By Betty Rupp, Impact Global Health Alliance Global Intern to Liberia

Today is my first day in Ganta, Liberia after arriving from Monrovia in heavy rain the night before. Ganta is the second largest city in Liberia after Monrovia, the capital, yet you can definitely tell a difference between the two. Monrovia has a main paved road and tons of cars, barbed wire and cement buildings, air conditioning and running water, 24-hour electricity, and a sprinkle of restaurants with bars. Of course these amenities are enjoyed by few, with the majority of people living in everything from unfinished, windowless cement buildings to mud brick houses with thatched roofs.

Ganta, however, has a smaller feel to it, like a more rural and communal town. I say town instead of city because it seems to have so much less infrastructure than Monrovia. Here at the Ganta United Methodist Guest House and in the office on the hospital grounds where the staff work, electricity is powered by a generator only at a few times during the day. Most people in Ganta can’t even afford generators much less the fuel to run them. Gas is $5 per gallon and the average Liberian lives on less than $1 a day. The roads here are made of mud and pocked with holes and gouges the size of small riverbeds. The wares of the main street shops are much more subsistence and much less luxury. Yet somehow the people here are much quicker to smile and wave, much more relaxed.

Today we heard that they were going to install a water pump in one of the communities and that we may get to see it. So when we were told it was indeed happening, we (the interns) dropped what we were doing and headed out with the team. We drove about 10 minutes through and out of town to Peace community, a town of about 1,000 people. As soon we pulled into the town and off the main road a throng of small children started following us, smiling and waving. 

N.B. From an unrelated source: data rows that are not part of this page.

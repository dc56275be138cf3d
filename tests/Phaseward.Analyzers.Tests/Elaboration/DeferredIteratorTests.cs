namespace Phaseward.Analyzers.Tests.Elaboration;

/// <summary>
/// A call of the design's iterator runs nothing until the sequence is enumerated, and each enumeration runs it from the
/// start with the call's arguments, reading the state of that moment (C# specification, §15.15, iterators; §15.15.5,
/// enumerable objects: each GetEnumerator starts from the arguments as they were passed). Each design is elaborated
/// exactly as the compiled design runs it (the oracle: the design compiled and run by .NET, <see cref="ParityTests"/>).
/// Before, an iterator not consumed straight by a foreach ran to completion at the call, silently reading the state of
/// the call.
/// </summary>
public class DeferredIteratorTests
{
    [Theory]
    [InlineData("Deferred.ReadsStateAtEnumeration")]
    [InlineData("Deferred.EachEnumerationStartsFromTheArguments")]
    [InlineData("Deferred.ForeachOverAStoredIteratorInterleaves")]
    [InlineData("Deferred.LocalFunctionIteratorSeesItsCapturedLocal")]
    [InlineData("Deferred.IteratorPassedToAMethod")]
    [InlineData("Deferred.SpreadOfSequences")]
    public void RunsAsAtRunTime(string design) => ParityTests.AssertParity(Designs, design);

    private static readonly InMemoryDesigns Designs = new(("/deferred/Deferred.cs", """
            using System.Collections.Generic;
            using System.Linq;
            using Phaseward;

            namespace Deferred
            {
                public abstract class Base : Design { protected void Chain(Circuit c, int n, string p) { var x = c.Input(p + "in"); for (var i = 0; i < n; i++) x = c.Inverter(x, p + i); c.Output(p + "out", x); } }
                public sealed class ReadsStateAtEnumeration : Base
                {
                    private int width = 2;
                    private IEnumerable<int> Bits() { for (var i = 0; i < width; i++) yield return i; }
                    protected override void Describe(Circuit c)
                    {
                        var bits = Bits();
                        width = 5;
                        Chain(c, bits.Count(), "rs");
                    }
                }
                public sealed class EachEnumerationStartsFromTheArguments : Base
                {
                    private static IEnumerable<int> Down(int n) { while (n > 0) yield return n--; }
                    protected override void Describe(Circuit c)
                    {
                        var down = Down(3);
                        Chain(c, down.Sum() + down.Count(), "ee");
                    }
                }
                public sealed class ForeachOverAStoredIteratorInterleaves : Base
                {
                    private int width = 5;
                    private IEnumerable<int> Bits() { for (var i = 0; i < width; i++) yield return i; }
                    protected override void Describe(Circuit c)
                    {
                        var bits = Bits();
                        var k = 0;
                        foreach (var b in bits) { width = 3; k++; }
                        Chain(c, k, "fo");
                    }
                }
                public sealed class LocalFunctionIteratorSeesItsCapturedLocal : Base
                {
                    protected override void Describe(Circuit c)
                    {
                        var lanes = 1;
                        IEnumerable<string> Names() { for (var i = 0; i < lanes; i++) yield return "lane" + i; }
                        var names = Names();
                        lanes = 4;
                        Chain(c, names.Count() + names.Last().Length, "lf");
                    }
                }
                public sealed class IteratorPassedToAMethod : Base
                {
                    private int taps = 1;
                    private IEnumerable<int> Taps() { for (var i = 0; i < taps; i++) yield return i + 1; }
                    private static int Total(IEnumerable<int> values) { var sum = 0; foreach (var v in values) sum += v; return sum; }
                    protected override void Describe(Circuit c)
                    {
                        var taps = Taps();
                        this.taps = 3;
                        Chain(c, Total(taps), "ip");
                    }
                }
                public sealed class Bus : IEnumerable<int>
                {
                    public IEnumerator<int> GetEnumerator() { yield return 4; yield return 5; }
                    System.Collections.IEnumerator System.Collections.IEnumerable.GetEnumerator() => GetEnumerator();
                }
                public sealed class SpreadOfSequences : Base
                {
                    private static IEnumerable<int> Taps() { yield return 1; yield return 2; }
                    protected override void Describe(Circuit c)
                    {
                        int[] all = [.. Taps(), .. new HashSet<int> { 3 }, .. new Bus(), .. Enumerable.Range(6, 2)];
                        char[] letters = [.. "ab"];
                        Chain(c, all.Sum() + all.Length + letters.Length, "sp");
                    }
                }
            }
            """));
}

The first things you notice in such a different landscape when you’re away from home are the things that are most familiar, the things that stand out in stark contrast like an oddity, a peculiarity. I noticed that many of the children were wearing old and weathered t-shirts with familiar slogans and names. A Harvard University t-shirt particularly caught my eye, as did a Miley Cyrus shirt that was ripped in a few places, but the logo was very much that of the young pop icon who has a penchant for flashing paparazzi.

There were many people from the community gathered around to observe the pump installation. Among them was the village chief, a youngish man of about 30 or so. I remember him saying how thankful he and his community was for this pump, and how it would now be their responsibility to maintain and keep this pump working, for the good of his community and all of the people in it. This pump, one of the few in the community, will save countless hours of hauling water back and forth in heavy buckets by women, children, and men en route to and from the closest well to this part of the community, a task that too many know all too well.

Despite the sweltering heat, everyone felt lighthearted and smiled, as if a new hope was in the air. One never realizes how precious clean water is until you’ve had to labor for every drop, every mouthful. As one community elder said so eloquently as the water began flowing for the first time from the new pump, “water is life”. She was right. This point was blaringly clear to me even more so after a line of small children came pouring out of a neighboring house with buckets on their heads, waiting for a turn at the pump. It warmed my heart, and made me thankful for all that I have, and especially for all that I could do to continue contributing to projects like this one, projects that not only save lives, but that give hope as well.

   

   

Betty is completing her MPH in the Department of Health Behavior and Health Education at UNC-Chapel Hill. Betty worked in Liberia this summer with our newest project, Community Case Management through Ronald McDonald House Charities®, providing health promotion quality control and support, leading a team-building exercise with the Impact Global Health Alliance Liberia Head Office, and conducting research.